Community partnerships that pay for programs

Impact Avenues. United Way. City of Topeka. National Education Equity Lab. All these and many more organizations and businesses have come on board in some way to help realize Anderson’s vision. 

“Hospitals and universities give teachers to us,” Anderson says. “It’s been remarkable just to see what’s possible. You know, I’ve learned your mindset is your only barrier — how you think about people and opportunities and how you think about your connection to those people.”

Using the right language to connect with others

Anderson has wielded savvy thinking to weather the storms, from the George Floyd to Gaza protests, from book bans to social and emotional learning backlash. 

“We’re all wired to want to feel like we belong and to connect to others.
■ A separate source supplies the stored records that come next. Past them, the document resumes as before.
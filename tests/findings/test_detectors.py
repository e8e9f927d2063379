"""Every detector finds its fault, says what to do, and keeps quiet on clean data."""

from __future__ import annotations

import pandas as pd
import pytest

import plumbfall as pf
from support.benches import bench_dict, drops_table

CLEAN = {"B1": [14.91, 14.93], "B2": [9.78, 9.80], "B3": [6.95, 6.96]}


def findings(times=CLEAN, table=None, temperature=25.0, **changes):
    table = drops_table(times, temperature=temperature) if table is None else table
    result = pf.reduce(table, bench_dict(**changes), draws=0)["A"].result
    return {finding.code: finding for finding in result.findings}, result


def test_clean_data_stay_clean():
    found, result = findings()
    assert set(found) == {"reused-balls"}  # a note
    assert result.status == "valid"


@pytest.mark.parametrize(
    ("changes", "code", "severity", "says", "remedy"),
    [
        (
            {"site": {}},
            "default-gravity",
            "note",
            "the standard 9.80665 m/s2 is used",
            "latitude and elevation",
        ),
        (
            {"tube__A__bore": "50 mm"},
            "missing-uncertainty",
            "note",
            "no uncertainty is given for tube.A.bore",
            "50.00(2) mm",
        ),
        (
            {"tube__A__bottom_below": None},
            "geometry-unknown",
            "note",
            "bottom_below: the end effect of the bottom cannot be judged",
            "[tube.A]",
        ),
        (
            {"tube__A__bottom_below": "12(1) mm"},
            "end-near",
            "warning",
            "the last mark of tube A is only 0.48 bore radii from the bottom",
            "at least one bore radius (25 mm)",
        ),
        (
            {"tube__A__surface_above": "24(1) mm", "tube__A__release_above": "20(1) mm"},
            "end-near",
            "warning",
            "the first mark of tube A is only 0.96 bore radii from the surface",
            "at least one bore radius",
        ),
        (
            {"tube__A__release_offset": "23.0(5) mm"},
            "off-axis-suspected",
            "warning",
            "0.92 bore radii off the axis",
            "through a guide",
        ),
        (
            {"tube__A__tilt": "5.0(3) deg"},
            "off-axis-suspected",
            "warning",
            "the tube is tilted by 5 deg, which brings a ball 0.94 bore radii off the axis",
            "plumb the tube",
        ),
        (
            {"timer": {}},
            "missing-uncertainty",
            "note",
            "no timer is described: the bounds leave out the error that all times share",
            "add [timer.NAME]",
        ),
        (
            {"liquid__oil__viscosity_slope": None},
            "slope-unknown",
            "note",
            "liquid oil has no viscosity_slope: the bounds leave out temperature",
            "[liquid.oil]",
        ),
        (
            {"liquid__oil__viscosity_slope": None, "bench__reference_temperature": "20 degC"},
            "slope-unknown",
            "warning",
            "nothing is reduced to the reference temperature",
            "viscosity_slope",
        ),
        (
            {"liquid__oil__viscosity_slope": "2.0(2) %/K"},
            "unit-slip-suspected",
            "warning",
            "is said to rise by 2 %/K as it warms",
            "check the sign",
        ),
        (
            {"ball__B3__diameter": "1.5001(2) mm"},
            "radius-as-diameter-suspected",
            "error",
            "mass and diameter give a density of 61.6 g/cm3; with twice the diameter it would be "
            "7.70 g/cm3",
            "looks like a radius",
        ),
        (
            {"ball__B3__mass": "108.85(1) g"},
            "density-implausible",
            "error",
            "ball B3 has a density of 7.7e+03 g/cm3",
            "were several balls on the balance? then add weighed_together",
        ),
        (
            {"ball__B3__diameter": "7.0000(2) mm"},
            "density-implausible",
            "error",
            "outside 0.9 to 20 g/cm3",
            "is the diameter twice too large?",
        ),
        (
            {"liquid__oil__density": "550(1) kg/m3"},
            "density-implausible",
            "error",
            "liquid oil has a density of 0.55 g/cm3, outside 0.6 to 3.5 g/cm3",
            "check its density",
        ),
        (
            {
                "liquid__oil__density_temperature": "5 degC",
                "liquid__oil__expansion": None,
            },
            "density-temperature",
            "warning",
            "the density of oil holds 20.0 K away",
            "add expansion",
        ),
        (
            {"liquid__oil__density": "7750(1) kg/m3", "limits": {"liquid_density_high": 9000}},
            "ball-not-denser",
            "error",
            "is not denser than the liquid",
            "check the ball's density or mass",
        ),
    ],
)
def test_a_fault_of_the_bench_is_found(changes, code, severity, says, remedy):
    found, result = findings(**changes)
    assert code in found
    assert found[code].severity == severity
    assert says in found[code].message
    assert remedy in found[code].remedy
    expected = {"note": "valid", "warning": "valid-with-warnings", "error": "invalid"}[severity]
    assert result.status == expected


def test_a_short_run_in_is_found():
    thin = {"B1": [1.20, 1.21]}
    table = drops_table(thin)
    bench = {"tube__A__release_above": "3(1) mm", "liquid__oil__density": "870(1) kg/m3"}
    found, _ = findings(table=table, **bench)
    assert found["run-in-short"].severity == "warning"
    assert "let go only 3 mm above the first mark" in found["run-in-short"].message
    assert found["run-in-short"].drops == (1, 2)


def test_an_outlier_is_named_and_kept_with_its_effect():
    times = [14.91, 14.93, 14.90, 14.94, 14.92, 14.91, 16.2, 14.93]
    found, result = findings({"B1": times})
    outlier = found["outlier"]
    assert outlier.drops == (7,)
    assert result.n_drops == 8
    without = findings({"B1": times[:6] + times[7:]})[1].viscosity.value
    assert outlier.effect == pytest.approx(without / result.viscosity.value - 1, rel=1e-6)
    assert "it is kept" in outlier.message


def test_an_outlier_among_balls_has_the_effect_of_leaving_it_out():
    times = {"B1": [14.91, 14.93, 15.9], "B2": [9.78, 9.80, 9.79], "B3": [6.95, 6.96, 6.94]}
    found, result = findings(times)
    without = findings({**times, "B1": times["B1"][:2]})[1].viscosity.value
    assert found["outlier"].drops == (3,)
    assert found["outlier"].effect == pytest.approx(without / result.viscosity.value - 1, rel=1e-6)


def test_an_outlier_is_left_out_only_by_the_named_rule():
    times = [14.91, 14.93, 14.90, 14.94, 14.92, 14.91, 16.2, 14.93]
    table = drops_table({"B1": times})
    report = pf.reduce(table, bench_dict(limits={"exclude_outliers": True}))
    assert dict(report.rows) == {"read": 8, "used": 7, "void": 0, "excluded": 1}
    drop = report["A"].result.drops[6]
    assert (drop.used, drop.status, drop.note) == (False, "excluded", "grubbs-1-percent")


def test_an_outlier_is_told_with_the_level_it_was_judged_by():
    times = [14.91, 14.93, 14.90, 14.94, 14.92, 14.91, 16.2, 14.93]
    found, _ = findings({"B1": times}, limits={"outlier_level": 0.001})
    assert ", 0.1 % limit 2.38 for 8 drops" in found["outlier"].message


def test_three_drops_have_no_outlier_and_that_is_said():
    found, _ = findings({"B1": [14.9, 14.9, 19.0]})
    assert "outlier" not in found
    assert "no outlier can be told among so few" in found["too-few-drops"].message


def test_void_rows_need_a_reason():
    table = drops_table({"B1": [14.91, 14.93, 14.9, 14.92, 14.95, 14.91]})
    table["status"] = ["", "", "void", "", "", ""]
    found, result = findings(table=table)
    assert found["void-without-reason"].drops == (3,)
    assert result.n_drops == 5
    table["note"] = ["", "", "bubble", "", "", ""]
    assert "void-without-reason" not in findings(table=table)[0]


def test_many_excluded_drops_are_warned_of():
    table = drops_table({"B1": [14.91, 14.93, 14.9, 14.92, 14.95, 14.91]})
    table["status"] = ["void", "", "void", "", "", ""]
    table["note"] = ["bubble", "", "bubble", "", "", ""]
    found, _ = findings(table=table)
    assert "2 of 6 drops (33 %) are void or excluded" in found["many-excluded"].message


def test_a_set_without_any_drop_left_is_invalid():
    table = drops_table({"B1": [14.91, 14.93]})
    table["status"], table["note"] = "void", "bubble"
    found, result = findings(table=table)
    assert result.status == "invalid"
    assert result.viscosity is None
    assert "no drop of this run set can be used" in found["no-solution"].message


def test_wide_temperatures_are_warned_of_with_their_cost():
    table = drops_table({"B1": [14.91, 14.6, 14.3, 14.0]})
    table["temperature [degC]"] = [25.0, 26.0, 27.0, 28.0]
    found, _ = findings(table=table)
    assert found["temperature-spread"].effect == pytest.approx(0.02 * 3.0)
    assert "differ by 3.00 K, 6.0 % of viscosity" in found["temperature-spread"].message


def test_no_temperature_at_all_is_said():
    table = pd.DataFrame({"ball": ["B1"], "time [s]": [14.9], "set": ["A"]})
    found, result = findings(table=table, liquid__oil__viscosity_slope=None)
    assert "no temperature was recorded" in found["slope-unknown"].message
    assert result.temperature is None


def test_no_temperature_is_said_of_a_liquid_with_a_slope_too():
    table = pd.DataFrame({"ball": ["B1"], "time [s]": [14.9], "set": ["A"]})
    found, result = findings(table=table, bench__reference_temperature="20 degC")
    assert found["density-temperature"].severity == "warning"
    assert "no temperature was recorded" in found["density-temperature"].message
    assert "nothing is reduced to the reference" in found["density-temperature"].message
    assert result.viscosity_at_reference is None


def test_a_wide_ball_on_the_axis_is_not_called_off_it():
    wide = {"diameter": "30.000(5) mm", "density": "7.700(3) g/cm3"}
    tube = {"tube__A__release_offset": "0.0(5) mm", "tube__A__tilt": None}
    found, _ = findings({"B9": [12.60, 12.61]}, ball={"B9": wide}, **tube)
    assert "off-axis-suspected" not in found
    tube["tube__A__release_offset"] = "2.0(5) mm"
    assert "off-axis-suspected" in findings({"B9": [12.60, 12.61]}, ball={"B9": wide}, **tube)[0]


def test_a_ratio_just_beyond_a_limit_is_told_from_it():
    wide = {"diameter": "30.003(5) mm", "density": "7.700(3) g/cm3"}
    found, _ = findings({"B9": [12.60]}, ball={"B9": wide}, methods={"drag": "bohlin"})
    assert "diameter ratio 0.60003 is above 0.6," in found["diameter-ratio-high"].message


@pytest.mark.parametrize(
    ("limits", "says"),
    [
        ({"outlier_level": 5}, "5 cannot be a limit of this kind; write a number from 0 to below"),
        ({"temperature_spread": -1}, "-1 cannot be a limit of this kind; write a number of at"),
    ],
)
def test_a_number_that_cannot_be_the_limit_is_refused(limits, says):
    with pytest.raises(pf.InputError, match=f"limits.{next(iter(limits))}: {says}"):
        findings(limits=limits)


def test_limits_may_be_overridden_and_unknown_ones_are_refused():
    assert "too-few-drops" in findings({"B1": [14.9] * 6}, limits={"too_few_drops": 7})[0]
    with pytest.raises(pf.InputError, match="did you mean 'too_few_drops'"):
        findings(limits={"to_few_drops": 7})


def test_a_drop_without_temperature_among_others_is_refused_with_its_line():
    table = drops_table({"B1": [14.9, 14.9, 14.9]})
    table.loc[1, "temperature [degC]"] = float("nan")
    with pytest.raises(pf.InputError, match="drop 2 of run set 'A' has no temperature") as error:
        findings(table=table)
    assert error.value.line == 2
    bench = bench_dict(set={"A": {"temperature": "25.00(5) degC"}})
    line = {x.input: x for x in pf.reduce(table, bench, draws=0)["A"].result.budget}[
        "set.A.temperature"
    ]
    assert line.u == pytest.approx((0.05**2 + 0.01**2) ** 0.5)  # the reading's own scatter joins
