"""The drop farthest out, as detectors find it, against figures in print (data from memory).

Sources: Grubbs 1969, Technometrics 11, 1 (copper wires; residuals of Venus observations, also in
ASTM E178); NIST/SEMATECH e-Handbook, 1.3.5.17.1 (mass-spectrometer values).
"""

from __future__ import annotations

import numpy as np
import pytest

from plumbfall.findings.drop_errors import DropErrors
from plumbfall.findings.residuals import Residuals, residuals
from plumbfall.findings.suspects import pairs, suspects

WIRES = [568, 570, 570, 570, 572, 572, 572, 578, 584, 596]
SPECTROMETER = [199.31, 199.53, 200.19, 200.82, 201.92, 201.95, 202.18, 245.57]
VENUS = [-1.40, -0.44, -0.30, -0.24, -0.22, -0.13, -0.05, 0.06, 0.10, 0.18, 0.20, 0.39, 0.48, 0.63,
         1.01]  # fmt: skip


def of(values, variance=None, group=None, group_variance=None, by_ball=False) -> Residuals:
    """Return the residuals of one set of values."""
    values = np.asarray(values, dtype=float)
    n = len(values)
    group = np.zeros(n, dtype=np.intp) if group is None else np.asarray(group, dtype=np.intp)
    k = int(group.max()) + 1
    one = np.zeros(1)
    errors = DropErrors(
        value=values - values.mean(),
        whole=np.ones(n, dtype=bool),
        group=group,
        group_set=np.zeros(k, dtype=np.intp),
        group_ball=np.arange(k),
        group_n=np.bincount(group),
        declared=np.zeros(n),
        variance=np.ones(n) if variance is None else np.asarray(variance, dtype=float),
        within_sd=one,
        within_dof=np.array([n - k]),
        undeclared=one,
        rounding=np.full(n, 1e-18),
        scatter_dof=one,
    )
    shared = np.zeros(k) if group_variance is None else np.full(k, group_variance)
    return residuals(np.zeros(n, dtype=np.intp), errors, shared, np.array([by_ball]))


@pytest.mark.parametrize(
    ("values", "printed", "tolerance", "farthest"),
    [(WIRES, 2.39, 0.005, 9), (SPECTROMETER, 2.4687, 1e-4, 7), (VENUS, 2.574, 0.0011, 0)],
)
def test_the_farthest_value_has_the_statistic_in_print(values, printed, tolerance, farthest):
    found = suspects(of(values))
    assert found.statistic[0] == pytest.approx(printed, abs=tolerance)
    assert found.drop[0] == farthest
    assert found.n[0] == len(values)


def test_the_pair_is_the_two_values_whose_loss_takes_off_most():
    found = pairs(of(WIRES), suspects(of(WIRES)))
    values = np.array(WIRES, dtype=float)
    without = values[:8].var() * 8 / (values.var() * 10)
    assert found.statistic[0] == pytest.approx(without, rel=1e-9)
    assert sorted(found.drops[0]) == [8, 9]


def test_residuals_are_those_of_generalised_least_squares():
    # the textbook formula with the whole matrix, against what is done in columns
    rng = np.random.default_rng(5)
    group, variance = np.repeat([0, 1, 2], [4, 3, 5]), rng.uniform(0.5, 2.0, 12)
    values, x = rng.normal(size=12), rng.normal(size=12)
    matrix = np.diag(variance) + 0.7 * (group[:, None] == group)
    inverse = np.linalg.inv(matrix)
    one = np.ones(12)
    project = inverse - np.outer(inverse @ one, one @ inverse) / (one @ inverse @ one)
    found = of(values, variance, group, 0.7)
    assert found.left == pytest.approx(project @ values, abs=1e-12)
    assert found.diagonal == pytest.approx(np.diag(project), abs=1e-12)
    assert found.between(np.array([0]), np.array([2]))[0] == pytest.approx(project[0, 2], abs=1e-12)
    assert found.between(np.array([0]), np.array([9]))[0] == pytest.approx(project[0, 9], abs=1e-12)
    slope = found.slope(x)
    assert slope.value[0] == pytest.approx((x @ project @ values) / (x @ project @ x), rel=1e-9)


def test_a_bad_drop_is_the_same_whatever_its_ball_where_balls_have_means_of_their_own():
    group = np.repeat([0, 1], 6)
    values = np.array([0.1, -0.1, 0.0, 0.05, -0.05, 2.0, 9.1, 8.9, 9.0, 9.05, 8.95, 9.0])
    assert suspects(of(values, group=group, by_ball=True)).drop[0] == 5
    assert suspects(of(values, group=group, by_ball=True)).p_value[0] < 0.01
What gets in the way sometimes is lack of knowledge and fear,” Anderson says. “Sometimes when you label things with a word or with language that causes people fear, that causes them to shut down. 
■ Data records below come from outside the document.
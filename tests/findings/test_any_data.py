"""Whatever the drops and the bench sheet, findings are made, and of finite numbers."""

from __future__ import annotations

import math
from typing import Any

import numpy as np
import pandas as pd
import pytest

import plumbfall as pf
from support.benches import bench_dict

TIMES = {"B1": 14.9, "B2": 9.8, "B3": 6.95}


def bench_by(draw: np.random.Generator, marks: bool) -> dict[str, Any]:
    """Return a bench sheet with this and that missing."""
    changes: dict[str, Any] = {}
    choices: list[tuple[float, str, Any]] = [
        (0.2, "timer", {}),
        (0.3, "timer", {"T1": {"kind": "stopwatch"}}),
        (0.3, "thermometer", {}),
        (0.2, "liquid__oil__viscosity_slope", None),
        (0.2, "liquid__oil__expansion", None),
        (0.2, "scatter", {"relative": "0.3 %", "dof": 24}),
        (0.2, "tube__A__release_above", None),
        (0.2, "ball__B1__lot", True),
        (0.2, "methods", {"model_uncertainty": "0 %"}),
        (0.2, "set", {"1": {"filled": "2026-03-02T08:00:00"}}),
        (0.3 * (not marks), "tube__B", {"bore": "30.00(2) mm", "distance": "150.0(1) mm"}),
        (float(marks), "tube__A__marks", ["0 mm", "70.00(5) mm", "140 mm", "200.00(5) mm"]),
    ]
    for chance, path, value in choices:
        if draw.random() < chance:
            changes[path] = value
    return bench_dict(**changes)


def drops_by(draw: np.random.Generator, marks: bool, two_tubes: bool) -> pd.DataFrame:
    """Return drops from exact ones to nonsense."""
    scatter = float(draw.choice([0.0, 1e-12, 5e-4, 0.01, 0.3, 3.0]))
    warmth = float(draw.choice([0.0, 0.02, 0.5]))
    rows = []
    for number in range(int(draw.integers(1, 14))):
        ball = f"B{draw.integers(1, 4)}"
        time = (
            TIMES[ball] * np.exp(scatter * draw.normal()) * (0.001 if draw.random() < 0.01 else 1)
        )
        row: dict[str, Any] = {
            "set": str(draw.integers(1, 3)),
            "ball": ball,
            "tube": "B" if two_tubes and draw.random() < 0.3 else "A",
            "temperature [degC]": 25 + warmth * draw.normal(),
            "status": "void" if draw.random() < 0.05 else "",
            "note": "as seen",
            "started": f"2026-03-02T{8 + number // 6:02d}:{number % 6}0:00",
        }
        digits = int(draw.integers(1, 4))
        if marks:
            for mark, part in enumerate((0.35, 0.7, 1.0), 2):
                missing = draw.random() < 0.05
                row[f"mark {mark} [s]"] = "" if missing else round(part * time, digits)
        else:
            row["time [s]"] = round(time, digits)
        rows.append(row)
    return pd.DataFrame(rows)


@pytest.mark.parametrize("seed", range(80))
def test_findings_of_any_data_are_finite(seed):
    draw = np.random.default_rng(seed)
    marks = bool(draw.random() < 0.4)
    bench = bench_by(draw, marks)
    table = drops_by(draw, marks, "B" in bench["tube"])
    try:
        report = pf.reduce(table, bench, draws=0)
    except pf.InputError:  # nonsense is refused, with its line
        return
    for found in report.reduced.found:
        for one in found:
            numbers = (one.statistic, one.p_value, one.effect, one.detectable)
            assert all(number is None or math.isfinite(number) for number in numbers), one
            assert "nan" not in one.message, one
            assert one.remedy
“So, rather than labeling something with perhaps branded language that might have a negative connotation, we just invite people to learn about literature and to see literature that represents the communities that we serve, and [literature] that communities, that young people, are going to see globally,” Anderson says. “That’s just different language. In no way did I mention CRT (critical race theory) or any of those other pieces.”

Similarly, she’s in a group of (all white) superintendents in the area called Legislative One Voice, and she suggested they note on their platform that they don’t support CRT, then share that with the Kansas Legislature. “Now, are we teaching about other cultures? Yes. Are we teaching history? Did we expand our curriculum? Absolutely,” she says with a smile. 

Anderson still uses the word equity. But because she knows others might believe equity means “dumbing down the curriculum or giving all people of color something that you aren’t giving other people,” she explains to them exactly what equity looks like for the district. 

“If we can remove the fear by providing knowledge and building capacity, you can go farther than you ever thought and remove barriers in ways you never thought you could,” Anderson says.

“You know, I thank God for the plaintiffs that had the courage as parents to say, ‘My child should have the right to have choice and access the opportunities in typical public schools,’” she says. “Because of them and their courage, and how they thought, it changed the nation. I just get the privilege to be here, standing on the shoulders of these people, and then having the responsibility to carry it forward.”


* Linda Brown is sometimes confused with Ruby Bridges. Despite the 1954 landmark Supreme Court ruling ending segregation in schools, Southern states ignored it. In 1960, Louisiana ordered schools to desegregate, though many Black parents were too afraid of reprisals to send their children to white schools. Bridges and her parents braved the threats, making her the first Black student to actually attend a white school in the South.